WHAT IS EXPECTED: Go through the data below and return each line containing the word "True".

MATERIAL PROVIDED:

class TestOneRule:
    """Rules the loader shares with the config, the plan command, change control and the
    transmitter's follower (each written once, here)."""

    @pytest.mark.parametrize("bits, ok", [
        (range(9), True), ([0, 1, 2, 4, 6, 8], True), ([0], True), ([0, 16], True),
        ([], False), ([1, 2], False), ([0, 2, 1], False), ([0, 0, 1], False), ([0, 17], False),
        ([0, 1.5], False), ([0, True], False)])
    def test_allowed_bits(self, bits, ok):
        if ok:
            assert allowed_bits(bits) == tuple(bits)
        else:
            with pytest.raises(InputError, match=r"^--bits="):
                allowed_bits(bits, key="--bits", error=InputError)

    @pytest.mark.parametrize("where", ["config", "plan", "follower"])
    def test_every_user_of_the_bit_rule_refuses_the_same_set(self, where):
        from protocol_helpers import wifi_like_plan

        from brimline.daemon.commands.plan import parse_bit_list
        from brimline.daemon.errors import ConfigError
        from brimline.daemon.net.follower import Follower
        from brimline.daemon.runtime.config import parse_section

        with pytest.raises((ValueError, InputError, ConfigError), match="start at 0"):
            if where == "config":
                parse_section(LoadingSection, {"bits": [1, 2]}, where="x.yaml", name="loading")
            elif where == "plan":
                parse_bit_list("1-2")
            else:
                Follower(plan=wifi_like_plan(), bits=[1, 2])

    def test_uniform_margin_worked_example(self):
        """By the definition of margin_db (module notes), worked by hand: required powers 1, 2,
        3 with budget 12 and ceiling 5 can grow by min(12 / 6, 5 / 3) = 5/3, i.e. 2.2185 dB."""
        need = np.array([1.0, 2.0, 0.0, 3.0])
        assert uniform_margin_db(need, 12.0, 5.0) == pytest.approx(10 * math.log10(5 / 3))
        assert uniform_margin_db(need, 12.0, math.inf) == pytest.approx(10 * math.log10(2))
        assert uniform_margin_db(np.zeros(3), 12.0, 5.0) == math.inf

    def test_allocation_margin_is_the_shared_one(self, rng):
        ld = Loader(bits=range(11), gap_db=9.8, cap_db=3.0)
        snr = frequency_selective(rng, 64)
        a = ld(snr)
        need = ld.required_power(a.bits, snr)
        assert a.margin_db == uniform_margin_db(need, 64.0, 10 ** 0.3)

SOLUTION FOR THIS TASK:
        (range(9), True), ([0, 1, 2, 4, 6, 8], True), ([0], True), ([0, 16], True),
        ([0, 1.5], False), ([0, True], False)])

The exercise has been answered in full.